--- ASSIGNMENT ---
Search the data for "folded" and copy every matching line.

--- EXERCISE MATERIAL ---

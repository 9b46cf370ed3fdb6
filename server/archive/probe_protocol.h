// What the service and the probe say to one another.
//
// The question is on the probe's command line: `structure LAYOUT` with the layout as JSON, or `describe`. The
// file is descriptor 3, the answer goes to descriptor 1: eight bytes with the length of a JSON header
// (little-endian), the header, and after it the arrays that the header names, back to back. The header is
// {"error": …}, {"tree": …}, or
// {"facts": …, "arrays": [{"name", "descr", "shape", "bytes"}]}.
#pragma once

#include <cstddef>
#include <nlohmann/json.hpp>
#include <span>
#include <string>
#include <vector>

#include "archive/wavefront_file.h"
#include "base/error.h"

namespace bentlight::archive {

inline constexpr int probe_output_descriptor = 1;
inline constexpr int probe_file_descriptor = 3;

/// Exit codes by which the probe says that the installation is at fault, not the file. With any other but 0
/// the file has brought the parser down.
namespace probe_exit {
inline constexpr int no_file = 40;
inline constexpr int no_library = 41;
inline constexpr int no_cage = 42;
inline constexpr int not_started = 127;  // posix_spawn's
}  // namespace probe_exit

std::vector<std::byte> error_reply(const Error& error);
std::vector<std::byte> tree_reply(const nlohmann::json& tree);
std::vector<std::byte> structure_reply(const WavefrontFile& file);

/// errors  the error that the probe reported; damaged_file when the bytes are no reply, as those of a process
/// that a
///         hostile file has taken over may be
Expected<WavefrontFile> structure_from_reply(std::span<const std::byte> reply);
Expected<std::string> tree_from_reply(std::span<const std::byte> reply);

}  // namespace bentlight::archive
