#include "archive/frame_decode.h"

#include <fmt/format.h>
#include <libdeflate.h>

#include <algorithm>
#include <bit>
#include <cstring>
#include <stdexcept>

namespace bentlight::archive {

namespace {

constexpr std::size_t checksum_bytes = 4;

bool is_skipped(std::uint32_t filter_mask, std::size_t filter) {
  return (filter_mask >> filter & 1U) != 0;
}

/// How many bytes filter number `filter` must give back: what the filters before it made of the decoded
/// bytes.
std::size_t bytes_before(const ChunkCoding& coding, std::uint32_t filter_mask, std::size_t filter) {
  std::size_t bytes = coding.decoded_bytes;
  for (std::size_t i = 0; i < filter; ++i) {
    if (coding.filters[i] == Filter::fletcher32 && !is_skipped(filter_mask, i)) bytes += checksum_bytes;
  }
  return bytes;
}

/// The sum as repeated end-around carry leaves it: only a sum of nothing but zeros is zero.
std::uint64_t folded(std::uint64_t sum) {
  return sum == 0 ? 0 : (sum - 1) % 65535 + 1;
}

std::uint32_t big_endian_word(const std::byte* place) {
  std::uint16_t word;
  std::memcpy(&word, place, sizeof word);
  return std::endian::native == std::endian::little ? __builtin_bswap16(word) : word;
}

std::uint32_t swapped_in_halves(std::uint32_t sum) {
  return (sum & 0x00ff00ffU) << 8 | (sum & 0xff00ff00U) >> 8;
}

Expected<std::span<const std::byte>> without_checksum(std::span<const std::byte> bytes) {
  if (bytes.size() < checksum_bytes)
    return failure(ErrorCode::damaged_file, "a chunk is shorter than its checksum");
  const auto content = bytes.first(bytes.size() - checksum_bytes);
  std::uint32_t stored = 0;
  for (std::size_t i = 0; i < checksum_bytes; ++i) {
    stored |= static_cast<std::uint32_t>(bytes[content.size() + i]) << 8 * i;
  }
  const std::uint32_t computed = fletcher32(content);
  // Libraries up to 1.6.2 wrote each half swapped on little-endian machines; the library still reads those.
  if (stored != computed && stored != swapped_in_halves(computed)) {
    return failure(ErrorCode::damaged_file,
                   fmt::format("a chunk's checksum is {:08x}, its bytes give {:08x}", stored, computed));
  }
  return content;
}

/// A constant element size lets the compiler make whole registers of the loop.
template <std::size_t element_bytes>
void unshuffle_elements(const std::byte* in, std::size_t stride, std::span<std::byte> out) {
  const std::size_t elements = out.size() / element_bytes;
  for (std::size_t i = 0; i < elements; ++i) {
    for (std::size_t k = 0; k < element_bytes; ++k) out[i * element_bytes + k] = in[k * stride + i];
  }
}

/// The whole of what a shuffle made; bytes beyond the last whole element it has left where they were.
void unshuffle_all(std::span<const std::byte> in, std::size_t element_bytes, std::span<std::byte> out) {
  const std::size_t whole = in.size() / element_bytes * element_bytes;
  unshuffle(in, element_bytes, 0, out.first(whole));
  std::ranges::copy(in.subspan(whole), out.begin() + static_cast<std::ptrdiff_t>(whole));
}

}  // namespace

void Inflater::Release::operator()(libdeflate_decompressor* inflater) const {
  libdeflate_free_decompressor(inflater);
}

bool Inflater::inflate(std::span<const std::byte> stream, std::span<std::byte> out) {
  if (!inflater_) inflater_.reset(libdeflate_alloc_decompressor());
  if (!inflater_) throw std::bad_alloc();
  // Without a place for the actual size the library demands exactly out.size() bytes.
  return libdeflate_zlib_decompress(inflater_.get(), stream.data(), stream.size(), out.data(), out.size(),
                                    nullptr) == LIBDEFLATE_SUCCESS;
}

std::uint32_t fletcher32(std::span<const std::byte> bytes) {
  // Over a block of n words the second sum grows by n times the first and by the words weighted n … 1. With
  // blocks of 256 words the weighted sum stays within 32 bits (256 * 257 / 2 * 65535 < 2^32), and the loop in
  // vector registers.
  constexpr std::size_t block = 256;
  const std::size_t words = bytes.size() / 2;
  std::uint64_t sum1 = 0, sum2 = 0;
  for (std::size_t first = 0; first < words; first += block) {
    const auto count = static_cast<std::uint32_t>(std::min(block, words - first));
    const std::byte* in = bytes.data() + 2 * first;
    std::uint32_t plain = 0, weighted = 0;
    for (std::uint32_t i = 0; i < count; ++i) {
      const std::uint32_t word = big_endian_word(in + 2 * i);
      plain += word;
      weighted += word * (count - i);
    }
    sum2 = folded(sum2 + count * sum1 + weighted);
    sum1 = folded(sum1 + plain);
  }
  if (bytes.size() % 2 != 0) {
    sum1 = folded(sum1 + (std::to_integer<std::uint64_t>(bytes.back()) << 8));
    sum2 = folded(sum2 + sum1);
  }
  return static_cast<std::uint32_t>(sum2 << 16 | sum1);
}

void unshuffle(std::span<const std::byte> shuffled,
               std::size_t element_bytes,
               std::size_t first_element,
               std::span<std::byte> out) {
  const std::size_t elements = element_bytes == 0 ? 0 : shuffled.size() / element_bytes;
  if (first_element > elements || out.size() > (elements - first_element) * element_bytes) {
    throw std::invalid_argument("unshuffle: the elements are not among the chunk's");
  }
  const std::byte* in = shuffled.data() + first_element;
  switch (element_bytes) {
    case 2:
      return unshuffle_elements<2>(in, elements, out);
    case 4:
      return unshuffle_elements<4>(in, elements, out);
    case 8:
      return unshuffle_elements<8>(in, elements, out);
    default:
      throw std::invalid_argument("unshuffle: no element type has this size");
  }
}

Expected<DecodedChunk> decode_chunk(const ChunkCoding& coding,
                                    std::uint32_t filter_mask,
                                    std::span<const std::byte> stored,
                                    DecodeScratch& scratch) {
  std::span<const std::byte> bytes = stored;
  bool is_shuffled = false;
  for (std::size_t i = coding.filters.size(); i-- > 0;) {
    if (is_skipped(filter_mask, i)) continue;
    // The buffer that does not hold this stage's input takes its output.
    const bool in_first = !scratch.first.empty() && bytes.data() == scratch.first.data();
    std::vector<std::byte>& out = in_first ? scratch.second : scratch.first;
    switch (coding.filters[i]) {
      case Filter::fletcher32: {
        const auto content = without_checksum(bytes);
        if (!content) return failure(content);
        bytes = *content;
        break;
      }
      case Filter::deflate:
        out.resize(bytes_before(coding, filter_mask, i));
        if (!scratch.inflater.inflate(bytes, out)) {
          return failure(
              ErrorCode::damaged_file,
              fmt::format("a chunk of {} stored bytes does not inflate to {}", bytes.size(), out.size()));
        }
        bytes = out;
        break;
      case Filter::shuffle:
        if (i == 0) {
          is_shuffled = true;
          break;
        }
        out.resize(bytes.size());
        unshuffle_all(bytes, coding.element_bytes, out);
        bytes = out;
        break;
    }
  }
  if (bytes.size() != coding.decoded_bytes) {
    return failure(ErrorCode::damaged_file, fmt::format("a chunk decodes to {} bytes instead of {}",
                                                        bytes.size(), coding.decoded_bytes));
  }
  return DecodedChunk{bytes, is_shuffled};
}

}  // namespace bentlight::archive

--- ANSWER TO THIS PROBLEM ---
std::uint64_t folded(std::uint64_t sum) {
    sum2 = folded(sum2 + count * sum1 + weighted);
    sum1 = folded(sum1 + plain);
    sum1 = folded(sum1 + (std::to_integer<std::uint64_t>(bytes.back()) << 8));
    sum2 = folded(sum2 + sum1);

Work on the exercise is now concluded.